Yeah, I guessed it was a minefield. I don't really want strong pro/anti standpoints on the USSR*, and I don't want re-interpretations of the revolutions according to True Marxism or any bollocks like that. I'd also like it to go back at least to the beginning of the 'modern' period (flexibly interpreted) and possibly further.
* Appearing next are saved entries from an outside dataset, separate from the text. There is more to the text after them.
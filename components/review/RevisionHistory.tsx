'use client';

import { keepPreviousData, useMutation, useQuery, useQueryClient } from '@tanstack/react-query';
import { useState } from 'react';
import { requestJson } from '@/components/api/request-json';
import { ChangeTime } from '@/components/circuits/ChangeTime';
import { circuitKey } from '@/components/editor/CircuitEditorPage';
import { FormAlert } from '@/components/forms/FormAlert';
import { Button } from '@/components/ui/Button';
import { ButtonLink } from '@/components/ui/ButtonLink';
import { Pagination } from '@/components/ui/Pagination';
import { TextLink } from '@/components/ui/TextLink';
import { useCan } from '@/components/workspace/use-current-workspace';
import type { CircuitDetail } from '@/lib/circuits/get-circuit';
import { ApprovalNote } from './ApprovalNote';
import { fetchRevisions, restoreRevision, reviewKeys, reviewStateLabel } from './review-api';

/**
 * Every revision of a circuit, newest first: who saved it, why, and where its review stands.
 * Two revisions can be picked to compare; an engineer can bring an old one back as a new revision.
 */
export function RevisionHistory({ circuitId }: { circuitId: string }) {
  const queryClient = useQueryClient();
  const canEdit = useCan('circuit:edit');
  const [page, setPage] = useState(1);
  const [picked, setPicked] = useState<number[]>([]);
  const [notice, setNotice] = useState<string | null>(null);
  const circuit = useQuery({ queryKey: circuitKey(circuitId), queryFn: ({ signal }) => requestJson<CircuitDetail>(`/api/circuits/${circuitId}`, signal) });
  const revisions = useQuery({ queryKey: reviewKeys.revisions(circuitId, page), queryFn: ({ signal }) => fetchRevisions(circuitId, page, signal), placeholderData: keepPreviousData });
  const restore = useMutation({
    mutationFn: (number: number) => restoreRevision(circuitId, number, circuit.data!.lockVersion),
    onSuccess: (saved, number) => {
      setNotice(`Revision ${number} is back as revision ${saved.number}.`);
      void queryClient.invalidateQueries({ queryKey: ['circuits', circuitId] });
      void queryClient.invalidateQueries({ queryKey: circuitKey(circuitId) });
    },
  });

  const toggle = (number: number) =>
    setPicked((now) => (now.includes(number) ? now.filter((n) => n !== number) : [...now, number].slice(-2)));
  const [from, to] = [...picked].sort((a, b) => a - b);

  if (revisions.isError) return <FormAlert tone="error">{revisions.error.message}</FormAlert>;
  const data = revisions.data;
  const pageCount = data ? Math.max(1, Math.ceil(data.total / data.pageSize)) : 1;

  return (
    <section className="space-y-4" aria-labelledby="history-heading">
      <header className="flex flex-wrap items-end justify-between gap-3">
        <div>
          <p className="text-sm text-ink-soft">
            <TextLink href={`/circuits/${circuitId}`}>{circuit.data?.title ?? 'Circuit'}</TextLink>
          </p>
          <h1 id="history-heading" className="text-xl">
            Revisions and reviews
          </h1>
          <ApprovalNote circuitId={circuitId} />
        </div>
        <div className="flex flex-wrap items-center gap-2">
          <span className="text-sm text-ink-soft">{picked.length === 2 ? `Revisions ${from} and ${to} picked` : 'Pick two revisions to compare them'}</span>
          <ButtonLink
            href={picked.length === 2 ? `/circuits/${circuitId}/compare?from=${from}&to=${to}` : '#'}
            aria-disabled={picked.length !== 2}
            className={picked.length === 2 ? '' : 'pointer-events-none opacity-50'}
            size="sm"
            data-testid="compare-picked"
          >
            Compare
          </ButtonLink>
        </div>
      </header>
      {notice ? <FormAlert tone="success">{notice}</FormAlert> : null}
      {restore.isError ? <FormAlert tone="error">{restore.error.message}</FormAlert> : null}
      <div className="overflow-x-auto rounded-lg border border-rule bg-paper-raised">
        <table className="w-full text-sm" data-testid="revision-table">
          <caption className="sr-only">Revisions of this circuit, newest first</caption>
          <thead className="bg-paper-sunk text-left text-xs text-ink-soft">
            <tr>
              <th scope="col" className="w-10 px-3 py-2">
                <span className="sr-only">Pick</span>
              </th>
              <th scope="col" className="px-3 py-2 text-right">
                No.
              </th>
              <th scope="col" className="px-3 py-2">
                What changed
              </th>
              <th scope="col" className="hidden px-3 py-2 sm:table-cell">
                By
              </th>
              <th scope="col" className="px-3 py-2">
                Saved
              </th>
              <th scope="col" className="px-3 py-2">
                Review
              </th>
              <th scope="col" className="px-3 py-2">
                <span className="sr-only">Actions</span>
              </th>
            </tr>
          </thead>
          <tbody>
            {(data?.items ?? []).map((revision) => (
              <tr key={revision.id} className="border-t border-rule align-top" data-testid="revision-row" data-number={revision.number}>
                <td className="px-3 py-2">
                  <input
                    type="checkbox"
                    checked={picked.includes(revision.number)}
                    onChange={() => toggle(revision.number)}
                    aria-label={`Pick revision ${revision.number} to compare`}
                    data-testid="revision-pick"
                  />
                </td>
                <td className="value px-3 py-2 text-right text-ink">{revision.number}</td>
                <td className="px-3 py-2 text-ink">
                  {revision.message || <span className="text-ink-faint">no message</span>}
                  <span className="mt-0.5 block text-xs text-ink-soft sm:hidden">by {revision.author.name}</span>
                </td>
                <td className="hidden px-3 py-2 text-ink-soft sm:table-cell">{revision.author.name}</td>
                <td className="px-3 py-2 text-ink-soft">
                  <ChangeTime iso={revision.createdAt} />
                </td>
                <td className="px-3 py-2" data-testid="revision-review">
                  {revision.review ? (
                    <span className={revision.review.state === 'approved' && !revision.review.stale ? 'font-medium text-accent-strong' : 'text-ink-soft'}>
                      {reviewStateLabel(revision.review)}
                      {revision.review.decidedBy ? ` · ${revision.review.decidedBy.name}` : ''}
                    </span>
                  ) : (
                    <span className="text-ink-faint">—</span>
                  )}
                </td>
                <td className="space-x-2 whitespace-nowrap px-3 py-2 text-right">
                  <TextLink href={`/circuits/${circuitId}/compare?from=${revision.number}&to=${revision.number}`} data-testid="revision-view">
                    View
                  </TextLink>
                  {revision.number > 1 ? (
                    <TextLink href={`/circuits/${circuitId}/compare?from=${revision.number - 1}&to=${revision.number}`} data-testid="revision-changes">
                      Changes
                    </TextLink>
                  ) : null}
                  {canEdit && circuit.data?.revision && revision.number !== circuit.data.revision.number ? (
                    <Button size="sm" variant="quiet" onClick={() => restore.mutate(revision.number)} disabled={restore.isPending} data-testid="revision-restore">
                      Restore
                    </Button>
                  ) : null}
                </td>
              </tr>
            ))}
          </tbody>
        </table>
        {revisions.isPending ? <p className="px-3 py-6 text-center text-sm text-ink-soft">Loading the revisions…</p> : null}
      </div>
      {data && pageCount > 1 ? <Pagination page={page} pageCount={pageCount} onPageChange={setPage} busy={revisions.isFetching} label="Revision pages" /> : null}
    </section>
  );
}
No Tories 

*I mean, I realise I can't get an objective take on it, but maybe a writer with enough restraint to bracket their own views a little while they discuss it.

Edit: on the issue of level, pretty introductory - I would expect any book covering hundreds of years to be fairly basic.


----------



## butchersapron (Apr 24, 2015)

I've got no idea what you want after that.


----------



## Brainaddict (Apr 24, 2015)

Not marxist interpretation, not Tory, not wanting to grind their axe too much over the USSR? Does that really leave so little?

I was thinking something like this (a Labour adviser, alas): http://www.amazon.co.uk/Russia-000-Year-Chronicle-Wild-East/dp/1849900736
But I thought there might be better offerings out there.


----------



## seventh bullet (Apr 25, 2015)

You could do better than that, then.  And it's going to be difficult re the revolution and USSR to get what you want (see, for example, Orlando Figes' 1000-page posh liberal whinge about civic-minded aristos and the Stolypin reforms being frustrated by an intransigent Tsarism, thus creating the conditions for a horrid revolution).

You could try A History of Russia: Medieval, Modern, Contemporary, C. 882-1996 by Paul Dukes, and Russia: A History, edited by George L. Freeze.  It's a different country but with an important shared past so you could also get Orest Subetlny's Ukraine: A History.

With keeping in mind my previous post, then for a taste of how Russian development is seen from a certain western viewpoint, Richard Pipes' Russia under the Old Regime is a primer from the perspective of the authoritarian or 'statist' school.  Similarly, Tibor Szamuely's The Russian Tradition.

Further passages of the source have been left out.